__What the exercise asks__:
Would you repeat exactly the part of the listing below that runs from the line containing "const from = placeOf(fromFile);" down to the line containing "const to = placeOf(targetFile);", inclusive, and nothing else?

__Material supplied__:
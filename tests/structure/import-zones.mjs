// The import table of the project as one pure function over paths. It works on the shape of a path, not on
// a list of features, so a new feature, lookup or server folder is covered from its first file.

/** Physics folders in the order in which they may build on each other: each may import what stands before it. */
export const physicsOrder = [
  'gap',
  'spark',
  'line',
  'capacitor',
  'charging',
  'circuit',
  'channel',
  'alignment',
  'gas',
  'room',
  'beam',
  'dye',
  'wear',
  'calibration',
  'oscillogram',
];

/** Folders of the domain that hold no physics, again in building order. */
const groundOrder = ['units', 'numerics'];
const bookOrder = ['book', 'rules', 'handover', 'lookup', 'report'];

const nodeOnlyPackages = [
  'express',
  'helmet',
  'knex',
  'mysql2',
  'pino',
  'pino-http',
  '@node-rs/argon2',
  'nodemailer',
];
const browserOnlyPackages = [
  'react',
  'react-dom',
  'react-router-dom',
  'dexie',
  '@tanstack/react-query',
  'workbox-window',
];
const dataPackages = [
  'dexie',
  '@tanstack/react-query',
  '@tanstack/react-query-persist-client',
  'workbox-window',
];
const domainPackages = ['zod', '@noble/hashes'];

/**
 * Why a file may not import something, or undefined when it may.
 * @param {string} fromFile path of the importing file, relative to the project, with forward slashes
 * @param {string} specifier what stands in the import, as written
 * @returns {string | undefined} the objection in words
 */
export function judgeImport(fromFile, specifier) {
  const from = placeOf(fromFile);
  if (from.zone === 'tests' || from.zone === 'outside') return undefined;
  if (!specifier.startsWith('.')) return judgePackage(from, fromFile, specifier);
  const targetFile = resolveRelative(fromFile, specifier);
  const to = placeOf(targetFile);
  if (to.zone === 'tests') return 'tests are imported by nothing';
  return judgePlace(from, to, targetFile);
}

/** @param {string} file */
function placeOf(file) {
  const parts = file.split('/');
  const name = parts.at(-1) ?? '';
  if (parts[0] === 'tests' || /\.(test|e2e)(\.[cm]?[jt]sx?)?$/.test(name))
    return { zone: 'tests', folder: '' };
  if (parts[0] === 'migrations' || parts[0] === 'seeds') return { zone: parts[0], folder: '' };
  if (parts[0] === 'server') {
    return { zone: 'server', folder: parts.length > 2 ? (parts[1] ?? '') : serverRootRole(name) };
  }
  if (parts[0] !== 'src') return { zone: 'outside', folder: '' };
  if (parts.length === 2) return { zone: 'app', folder: '' };
  return { zone: parts[1] ?? '', folder: parts.length > 3 ? (parts[2] ?? '') : '' };
}

/** @param {string} name */
function serverRootRole(name) {
  return /^(config|logger)(\.|$)/.test(name) ? ':base' : ':root';
}

/**
 * @param {{zone: string, folder: string}} from
 * @param {{zone: string, folder: string}} to
 * @param {string} targetFile
 */
function judgePlace(from, to, targetFile) {
  switch (from.zone) {
    case 'domain':
      return to.zone === 'domain'
        ? judgeDomain(from.folder, to.folder)
        : 'the domain imports nothing outside itself';
    case 'config':
      return allow(to.zone === 'config', 'src/config imports nothing of the project');
    case 'components':
      return allow(
        to.zone === 'components' || (to.zone === 'domain' && to.folder === 'units'),
        'components know only components and domain/units',
      );
    case 'data':
      return allow(['data', 'domain', 'config'].includes(to.zone), 'data imports only domain and config');
    case 'features':
      if (to.zone === 'features') {
        return allow(to.folder === from.folder, 'a feature never imports another feature; app composes them');
      }
      return allow(
        ['domain', 'data', 'components', 'config'].includes(to.zone),
        'a feature imports only domain, data, components and config',
      );
    case 'app':
      return allow(isClient(to.zone), 'the client never imports the server side');
    case 'server':
      return judgeServer(from.folder, to, targetFile);
    case 'migrations':
      return allow(to.zone === 'migrations', 'a migration imports nothing of the project');
    case 'seeds':
      return allow(
        ['seeds', 'domain', 'server'].includes(to.zone),
        'seeds import only the domain and the server',
      );
    default:
      return `src/${from.zone} has no row in the import table: give it one in tests/structure/import-zones.mjs`;
  }
}

/** @param {string} from @param {string} to */
function judgeDomain(from, to) {
  if (from === to) return undefined;
  if (from === '') return 'files directly in src/domain belong in a folder of it';
  const kinds = { ground: 0, physics: 1, book: 2 };
  const fromKind = domainKind(from);
  const toKind = domainKind(to);
  if (kinds[toKind] > kinds[fromKind]) return `domain/${from} may not import domain/${to}: leftward only`;
  if (toKind === 'ground') {
    return allow(
      fromKind !== 'ground' || stands(groundOrder, to, from),
      'leftward only: units, then numerics',
    );
  }
  if (fromKind === 'physics') {
    return allow(
      stands(physicsOrder, to, from),
      `domain/${from} may build only on physics folders that stand before it`,
    );
  }
  if (toKind === 'physics') {
    return allow(['rules', 'lookup'].includes(from), 'of the Book only a rule or a lookup may ask physics');
  }
  return allow(stands(bookOrder, to, from), 'leftward only: book, rules, handover, report');
}

/** @param {string} folder @returns {'ground' | 'physics' | 'book'} */
function domainKind(folder) {
  if (groundOrder.includes(folder)) return 'ground';
  return bookOrder.includes(folder) ? 'book' : 'physics';
}

/** A folder that the order does not name yet stands behind all that it names. @param {string[]} order @param {string} first @param {string} second */
function stands(order, first, second) {
  const rank = order.indexOf(first);
  const other = order.indexOf(second);
  return rank >= 0 && (other < 0 || rank < other);
}

const serverPorts = ['mail', 'attachments'];

/** Plain scripts that run before there are packages: what each may import of the server besides itself. */
const scriptFolders = new Map([
  ['launch', []],
  ['stand-ins', ['launch']],
]);

/**
 * @param {string} from
 * @param {{zone: string, folder: string}} to
 * @param {string} targetFile
 */
function judgeServer(from, to, targetFile) {
  if (to.zone === 'domain') return undefined;
  const assembles = from === ':root' || from === 'maintenance';
  if (to.zone === 'migrations' || to.zone === 'seeds') {
    return allow(assembles, 'only maintenance reaches for migrations and seeds');
  }
  if (to.zone !== 'server') return 'of src the server imports only the domain';
  if (assembles || from === to.folder) return undefined;
  const reach = scriptFolders.get(from);
  if (reach !== undefined)
    return allow(reach.includes(to.folder), 'start scripts know nothing of the server');
  if (scriptFolders.has(to.folder)) return 'the server knows nothing of the scripts that start it';
  if (to.folder === ':base') return undefined;
  if (from === ':base') return 'server config and logger import nothing of the server';
  if (to.folder === ':root' || to.folder === 'maintenance')
    return 'only the composition root assembles the server';
  if (to.folder === 'http' || to.folder === 'db') return undefined;
  if (from === 'http' || from === 'db') return 'http and db know no server feature';
  return allow(
    serverPorts.includes(to.folder) && !/-store(\.|$)/.test(targetFile),
    "a server feature reaches another one only through what the composition root hands it (mail's and attachments' ports apart)",
  );
}

/**
 * @param {{zone: string, folder: string}} from
 * @param {string} fromFile
 * @param {string} specifier
 */
function judgePackage(from, fromFile, specifier) {
  const isNode = specifier.startsWith('node:');
  const name = packageName(specifier);
  if (from.zone === 'domain') {
    return allow(domainPackages.includes(name), `the domain uses only ${domainPackages.join(' and ')}`);
  }
  if (from.zone === 'migrations') return allow(name === 'knex', 'a migration imports only knex types');
  if (from.zone === 'server' || from.zone === 'seeds') {
    return allow(!browserOnlyPackages.includes(name), `${name} belongs to the browser`);
  }
  if (isNode || nodeOnlyPackages.includes(name)) return `${name} does not exist in the browser`;
  if (from.zone === 'components') {
    return allow(!dataPackages.includes(name), 'a component knows no data source');
  }
  if (from.zone === 'data' && ['react', 'react-dom', 'react-router-dom'].includes(name)) {
    return allow(
      name === 'react' && /\/(use-[^/]*|client-context)\.tsx?$/.test(fromFile),
      'data knows React only in its live-query hooks (use-*.ts) and their provider',
    );
  }
  return undefined;
}

/** @param {string} specifier */
function packageName(specifier) {
  const parts = specifier.split('/');
  return specifier.startsWith('@') ? parts.slice(0, 2).join('/') : (parts[0] ?? '');
}

/** @param {string} fromFile @param {string} specifier */
function resolveRelative(fromFile, specifier) {
  const parts = fromFile.split('/').slice(0, -1);
  for (const step of specifier.split('?')[0]?.split('/') ?? []) {
    if (step === '..') parts.pop();
    else if (step !== '.') parts.push(step);
  }
  return parts.join('/');
}

/** @param {string} zone */
function isClient(zone) {
  return !['server', 'migrations', 'seeds', 'outside'].includes(zone);
}

/** @param {boolean} permitted @param {string} objection */
function allow(permitted, objection) {
  return permitted ? undefined : objection;
}
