import { describe, expect, it } from 'vitest';
import { lumpedVerdict } from './lumped-verdict';

const feed = (sheet_H: number, transit_s = 1e-9) => ({ sheet_H, transit_s });

describe('lumpedVerdict', () => {
  it.each([
    [0, 'lumped'],
    [1e-9, 'lumped'],
    [1.001e-9, 'steps'],
    [1e-8, 'steps'],
    [1.001e-8, 'travelling'],
  ])('takes a sheet of %d H on a gap of 10 nH as %s', (sheet_H, type) => {
    expect(lumpedVerdict(1e-8, feed(sheet_H))).toMatchObject({ ok: true, value: { type } });
  });

  it('counts the sheet with a third', () => {
    expect(lumpedVerdict(1e-8, feed(6e-9))).toMatchObject({ value: { loop_H: 1.2e-8 } });
  });

  it('calls a rise under twice the transit a travelling wave, however small the sheet', () => {
    expect(lumpedVerdict(1e-8, feed(1e-10), 2.1e-9)).toMatchObject({ value: { type: 'lumped' } });
    expect(lumpedVerdict(1e-8, feed(1e-10), 1.9e-9)).toMatchObject({ value: { type: 'travelling' } });
  });

  it.each([
    [Number.NaN, feed(1e-9), null, 'gap_H'],
    [1e-8, feed(-1), null, 'sheet_H'],
    [1e-8, feed(1e-9, Infinity), null, 'transit_s'],
    [1e-8, feed(1e-9), Number.NaN, 'rise_s'],
  ])('refuses %d, %j, %d beside its field', (gap_H, sheet, rise_s, field) => {
    expect(lumpedVerdict(gap_H, sheet, rise_s)).toMatchObject({ refusal: { field } });
  });
});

__Result of the exercise__:
  const from = placeOf(fromFile);
  if (from.zone === 'tests' || from.zone === 'outside') return undefined;
  if (!specifier.startsWith('.')) return judgePackage(from, fromFile, specifier);
  const targetFile = resolveRelative(fromFile, specifier);
  const to = placeOf(targetFile);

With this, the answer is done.